Equalizer means for equalizing a data signal to be a partial response waveform on the premise of ternary detection, voltage controlled oscillating means for generating a clock for synchronizing with the data signal, and first, second identifying the output of the equalizer means. And the first and second T / s for obtaining a pulse having a width of T / 2 with the changing points of the outputs of the first and second comparing means as front edges.

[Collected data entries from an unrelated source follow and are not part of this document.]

import { installPeers } from "./installPeers.mjs";
import { measurePeer } from "./measurePeer.mjs";
import { single } from "./rows.mjs";

/** Two general-purpose servers on documents of the same length with as many findings. */
export async function peerRows({ aimed, smoke, peers: wanted }) {
  const heading = {
    measure: `Peers, ${aimed.toLocaleString("en-US")} lines, an edit and its diagnostics alone`,
  };
  if (!wanted) return [heading, { measure: "left out", value: "as asked" }];
  const { peers, why } = installPeers({ mayInstall: !smoke });
  if (why) return [heading, { measure: "left out", value: why }];
  const rows = [heading];
  for (const peer of peers) {
    try {
      const { ms, found, how } = await measurePeer(peer, aimed, smoke ? 2 : 5);
      rows.push(single(`${peer.name}, ${found} findings ${how}`, ms));
    } catch (error) {
      rows.push({ measure: peer.name, value: `not measured: ${error.message.slice(0, 120)}` });
    }
  }
  return rows;
}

The two edge pulse generation means and the first and second change points of the outputs of the first and second comparison means are set signals, and one change point of the output of the voltage controlled oscillation means is a reset signal. SR flip-flop means, the first and second T / 2 edge pulse generating means output signals, and the first and second SR flip-flop means output signals are calculated, and T / 2 edge pulse generating means output signals The outputs of the first and second calculating means and the first and second calculating means for outputting a voltage according to the phase difference between the trailing edge and one of the changing points of the output signal of the voltage controlled oscillation means are added. A timing recovery device comprising: an addition means; and a low-pass filter means for removing an unnecessary component from the output of the addition means and controlling the oscillation frequency and phase of the voltage controlled oscillation means with the output. Place 3. The T / 2 edge pulse width variation is compensated by providing delay means for delaying the output of the voltage controlled oscillator means to be a reset signal of the SR flip-flop. The timing playback device described in. 4. The T / 2 edge pulse generation means includes a first analog delay device for delaying the output of the equalizer means for T / 2 time, and a first and a third detection device for detecting an input signal of the first analog delay device. Second comparing means, third and fourth comparing means for ternary detecting the output signal of the first analog delay device,
A first exclusive OR means for taking an exclusive OR of the outputs of the first and third comparing means, and a second exclusive OR for taking an exclusive OR of the outputs of the second and fourth comparing means. Second analog delay means output for further delaying the input signal of the first analog delay element and the output signal of the first analog delay element by T / 2 time with respect to the clock output timing. 4. The timing reproducing device according to claim 3, wherein the timing reproduction device matches the data output obtained from the addition signal of.